30091914Han Kang is one of the greatest writers of the century and “Human Acts” justifies this title!

It is the 1980 and Korea is boiling. Only a few months previously Park Chung-hee, the strong military man that seized authority of the country via his coup in 1969, was murdered. The Korean people cannot stand the military law enforced by his successor. Things turn uglier instead of better. Men and women get out in the streets to protest and request martial law is withdrawn immediately. Police and military forces are sent to subdue the uprising. The military forces make no exception, no discrimination at all. Men and women, elder and young, teens and university students, mothers and children. They shoot at everyone that stands in their way. The kick bodies and heads as if they were sacks of straw.

A young boy, Dong-ho is part of the demonstration. He is there along with a friend. When the soldiers start shooting, people start running on every direction. He is separated from his friend but he can see a bullet going through his ribs. He only tries to find a safe place until the shooting stops, to stay alive. He manages so and he helps with the ugly work to reconnect the bodies with their bereaved. This doesn’t last long…

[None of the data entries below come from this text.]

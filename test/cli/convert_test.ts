import { describe, it } from "node:test";
import { expect } from "expect";
import { ROOT, runCli } from "../_run_cli.ts";
import { readSpectrumFile } from "../../lib/io/read_file.ts";

const fixture = (p: string) => `${ROOT}test/fixtures/${p}`;
const tempDir = () => Deno.makeTempDir({ prefix: "crystint-convert-" });

/** The x,y rows of a CSV written by convert (lines after the header). */
function csvRows(text: string): number[][] {
  const lines = text.trim().split("\n");
  const header = lines.findIndex((l) => /^(wavelength|wavenumber|energy) \(/.test(l));
  return lines.slice(header + 1).map((l) => l.split(",").map(Number));
}

/** The colour rows of `crystint color --json` for a file. */
async function colorOf(file: string, ...extra: string[]) {
  const r = await runCli(
    "color",
    file,
    "--illuminant",
    "D65,A",
    "--observer",
    "2,10",
    "--json",
    ...extra,
  );
  expect(r.code).toBe(0);
  return JSON.parse(r.stdout) as Record<string, number>[];
}

describe("crystint convert", () => {
  it("CSV → JCAMP-DX → CSV reproduces the data to the written precision", async () => {
    const dir = await tempDir();
    // decimal comma, semicolon, %T with 3 decimals (an invented instrument layout)
    const src = fixture("exports/good/semicolon_decimal_comma_percent.csv");
    let r = await runCli("convert", src, "--to", "jcamp", "--out", `${dir}/a.jdx`);
    expect(r.code).toBe(0);
    const jdx = await Deno.readTextFile(`${dir}/a.jdx`);
    // %T to 3 decimals is T to 5: YFACTOR keeps exactly that
    expect(jdx).toContain("##YFACTOR=0.00001\n");
    r = await runCli(
      "convert",
      `${dir}/a.jdx`,
      "--to",
      "csv",
      "--ordinate",
      "percent",
      "--out",
      `${dir}/b.csv`,
    );
    expect(r.code).toBe(0);
    const back = csvRows(await Deno.readTextFile(`${dir}/b.csv`));
    const original = (await Deno.readTextFile(src)).trim().split("\n").slice(1).map((l) =>
      l.split(";").map((c) => Number(c.replace(",", ".")))
    );
    expect(back).toEqual(original);

    // full-precision data: the CSV written directly and the one via JCAMP-DX agree digit for digit
    const full = fixture("colour/cr_corundum_1nm.csv");
    await runCli("convert", full, "--to", "csv", "--out", `${dir}/direct.csv`);
    await runCli("convert", full, "--to", "jcamp", "--out", `${dir}/full.jdx`);
    await runCli("convert", `${dir}/full.jdx`, "--to", "csv", "--out", `${dir}/via.csv`);
    const direct = csvRows(await Deno.readTextFile(`${dir}/direct.csv`));
    expect(direct.length).toBe(471);
    expect(csvRows(await Deno.readTextFile(`${dir}/via.csv`))).toEqual(direct);
    // and the written precision is 7 significant digits of the source's 8 decimals
    const source = (await Deno.readTextFile(full)).trim().split("\n").slice(1).map((l) =>
      l.split(",").map(Number)
    );
    for (let i = 0; i < source.length; i++) {
      expect(Math.abs(direct[i]![1]! - source[i]![1]!)).toBeLessThanOrEqual(0.5e-7 + 1e-12);
    }
  });

  it("colour from the JCAMP-DX file equals colour from the CSV to 1e-4", async () => {
    const dir = await tempDir();
    for (const name of ["cr_corundum_1nm.csv", "broad_10nm.csv", "dark_stone_1nm.csv"]) {
      const src = fixture(`colour/${name}`);
      const out = `${dir}/${name.replace(".csv", ".jdx")}`;
      expect((await runCli("convert", src, "--to", "jcamp", "--out", out)).code).toBe(0);
      const a = await colorOf(src, "--ordinate", "transmittance");
      const b = await colorOf(out);
      expect(b.length).toBe(a.length);
      a.forEach((row, i) => {
        for (const k of ["X", "Y", "Z", "L", "a", "b"]) {
          expect(Math.abs(b[i]![k]! - row[k]!)).toBeLessThan(1e-4);
        }
      });
    }
  });

  it("refuses to overwrite an existing output without --force (exit 1, file untouched)", async () => {
    const dir = await tempDir();
    const out = `${dir}/kept.jdx`;
    await Deno.writeTextFile(out, "an earlier archive copy\n");
    const before = await Deno.stat(out);
    const src = fixture("colour/cr_corundum_5nm.csv");
    const r = await runCli("convert", src, "--to", "jcamp", "--out", out);
    expect(r.code).toBe(1);
    expect(r.stderr).toMatch(/exists; give --force/);
    expect(await Deno.readTextFile(out)).toBe("an earlier archive copy\n");
    expect((await Deno.stat(out)).mtime?.getTime()).toBe(before.mtime?.getTime());
    const forced = await runCli("convert", src, "--to", "jcamp", "--out", out, "--force");
    expect(forced.code).toBe(0);
    expect(await Deno.readTextFile(out)).toMatch(/^##TITLE=/);
    // no temporary file is left beside it
    const names = [];
    for await (const e of Deno.readDir(dir)) names.push(e.name);
    expect(names).toEqual(["kept.jdx"]);
  });

  it("with several outputs, one existing file stops the run before anything is written", async () => {
    const dir = await tempDir();
    await Deno.writeTextFile(`${dir}/multi_column-ruby-03.csv`, "mine\n");
    const r = await runCli(
      "convert",
      fixture("exports/good/multi_column.csv"),
      "--to",
      "csv",
      "--out-dir",
      dir,
    );
    expect(r.code).toBe(1);
    const names = [];
    for await (const e of Deno.readDir(dir)) names.push(e.name);
    expect(names).toEqual(["multi_column-ruby-03.csv"]);
    expect(await Deno.readTextFile(`${dir}/multi_column-ruby-03.csv`)).toBe("mine\n");
  });

  it("never overwrites an input, even with --force", async () => {
    const dir = await tempDir();
    const input = `${dir}/stone.csv`;
    await Deno.copyFile(fixture("colour/cr_corundum_5nm.csv"), input);
    const bytes = await Deno.readFile(input);
    const r = await runCli(
      "convert",
      input,
      "--to",
      "csv",
      "--out",
      `${dir}/./stone.csv`,
      "--force",
    );
    expect(r.code).toBe(1);
    expect(r.stderr).toMatch(/it is an input/);
    expect(await Deno.readFile(input)).toEqual(bytes);
  });

  it("writes one output per spectrum of a multi-column file, each reading back to its column", async () => {
    const dir = await tempDir();
    const src = fixture("exports/good/multi_column.csv");
    const r = await runCli("convert", src, "--to", "jcamp", "--out-dir", dir, "--form", "affn");
    expect(r.code).toBe(0);
    const originals = await readSpectrumFile(src);
    expect(originals.length).toBe(3);
    for (const o of originals) {
      const [back] = await readSpectrumFile(`${dir}/multi_column-${o.meta.sample}.jdx`);
      expect(back!.meta.sample).toBe(o.meta.sample);
      expect(Array.from(back!.wavelengthNm)).toEqual(Array.from(o.wavelengthNm));
      o.values.forEach((v, i) =>
        expect(Math.abs(back!.values[i]! - v)).toBeLessThan(0.5e-5 + 1e-12)
      );
    }
  });

  it("resamples onto --grid with the CIE 167 method for the data's spacing and says which", async () => {
    const dir = await tempDir();
    // 5 nm uniform data → Sprague (CIE 167:2005)
    let r = await runCli(
      "convert",
      fixture("colour/cr_corundum_5nm.csv"),
      "--to",
      "jcamp",
      "--grid",
      "400:700:1",
      "--out",
      `${dir}/s.jdx`,
    );
    expect(r.code).toBe(0);
    let text = await Deno.readTextFile(`${dir}/s.jdx`);
    expect(text).toMatch(
      /##\$RESAMPLING=Sprague fifth-order interpolation \(CIE 167:2005\)[^\n]*onto 400:700:1 nm/,
    );
    expect(text).toContain("##NPOINTS=301\n");
    // Sprague reproduces the measured points where the grids meet (it interpolates)
    const [five] = await readSpectrumFile(fixture("colour/cr_corundum_5nm.csv"));
    const [one] = await readSpectrumFile(`${dir}/s.jdx`);
    const at = (s: typeof five, nm: number) => s!.values[s!.wavelengthNm.indexOf(nm)]!;
    for (const nm of [400, 455, 560, 700]) {
      expect(Math.abs(at(one, nm) - at(five, nm))).toBeLessThan(1e-6);
    }
    // no grid: the output says none
    r = await runCli(
      "convert",
      fixture("colour/cr_corundum_5nm.csv"),
      "--to",
      "csv",
      "--out",
      `${dir}/n.csv`,
    );
    text = await Deno.readTextFile(`${dir}/n.csv`);
    expect(text).toContain("Resampling: none");
    // a grid beyond the data fails that input (exit 2) and writes nothing
    r = await runCli(
      "convert",
      fixture("colour/cr_corundum_5nm.csv"),
      "--to",
      "csv",
      "--grid",
      "200:700:5",
      "--out",
      `${dir}/x.csv`,
    );
    expect(r.code).toBe(2);
    expect(r.stderr).toMatch(/cover/);
    await expect(Deno.stat(`${dir}/x.csv`)).rejects.toThrow();
  });

  it("changes ordinate and axis: decadic α on a wavenumber axis, by Beer–Lambert", async () => {
    const dir = await tempDir();
    const src = fixture("colour/cr_corundum_5nm.csv");
    const r = await runCli(
      "convert",
      src,
      "--to",
      "csv",
      "--ordinate",
      "alpha",
      "--alpha-base",
      "10",
      "--axis",
      "cm-1",
      "--thickness",
      "2",
      "--out",
      `${dir}/alpha.csv`,
    );
    expect(r.code).toBe(0);
    const text = await Deno.readTextFile(`${dir}/alpha.csv`);
    expect(text).toContain("wavenumber (cm-1),alpha (cm-1; decadic)\n");
    expect(text).toContain("Thickness (mm): 2\n");
    const [t] = await readSpectrumFile(src);
    const rows = csvRows(text);
    // α₁₀ = A / d with A = −log10 T and d = 0.2 cm (Beer–Lambert, closed form); ascending in cm⁻¹
    rows.forEach(([nu, a10], i) => {
      const k = rows.length - 1 - i;
      expect(nu).toBeCloseTo(1e7 / t!.wavelengthNm[k]!, 3);
      expect(Math.abs(a10! - -Math.log10(t!.values[k]!) / 0.2)).toBeLessThan(1e-5);
    });
    // reading it back gives the napierian α of the model, α = α₁₀ · ln 10
    const [back] = await readSpectrumFile(`${dir}/alpha.csv`);
    expect(back!.quantity).toBe("alpha");
    expect(back!.values[10]! / (-Math.log10(t!.values[10]!) / 0.2 * Math.LN10)).toBeCloseTo(1, 4);
  });

  it("--alpha-base on a spectrum that stays a transmittance fails that input (exit 2)", async () => {
    const dir = await tempDir();
    const r = await runCli(
      "convert",
      fixture("colour/cr_corundum_5nm.csv"),
      "--to",
      "csv",
      "--alpha-base",
      "10",
      "--out",
      `${dir}/t.csv`,
    );
    expect(r.code).toBe(2);
    expect(r.stderr).toMatch(/--ordinate alpha/);
  });

  it("usage errors exit 1", async () => {
    const src = fixture("colour/cr_corundum_5nm.csv");
    for (
      const args of [
        [src, "--out", "/tmp/x.csv"],
        [src, "--to", "pdf", "--out", "/tmp/x.pdf"],
        [src, "--to", "csv"],
        [src, "--to", "csv", "--grid", "400:700", "--out", "/tmp/x.csv"],
        [
          src,
          "--to",
          "csv",
          "--ordinate",
          "absorbance",
          "--alpha-base",
          "10",
          "--out",
          "/tmp/x.csv",
        ],
        [src, src, "--to", "csv", "--out", "/tmp/x.csv"],
      ]
    ) {
      expect((await runCli("convert", ...args)).code).toBe(1);
    }
  });
});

Dong-ho’s killing is the trigger point of the story. The author gives in every different chapter a different view of the the same and coming facts in Korean history. Starting from the young boy itself, Dong-ho, his friend that was so abruptly killed in the demonstration, an editor struggling with censorship, a prisoner, a factory girl, even Dong-ho’s grieving mother. Through their voices, their traumatic memories, their torture and heartbreak the author attempts to speak the voice of truth.

This is not a happy book… This is not an easy read. It is a book of human brutality, greediness, taking full advantage of power and authority over everyone. This is a book about how human can underestimate human life. The cruelty described in here is part not only of the Korean military forces of the time, but of people with any kind of authority throughout the world. Human acts can project inhumanity to its greatness…

On the other side, there are also the acts of hope, the acts of greatness, the acts of kindness that the heroes of this book demonstrated. The altruistic way those volunteers worked in order for the dead to be recognised and buried, in order to claim their right of freedom of any kind, in order to be able to live as human beings in their own country is amazing.  We can only respect the people that participated in the uprising; those who died and those who were left behind, half men and women, trying to assimilate…

I received this book from Blogging for Books for this review.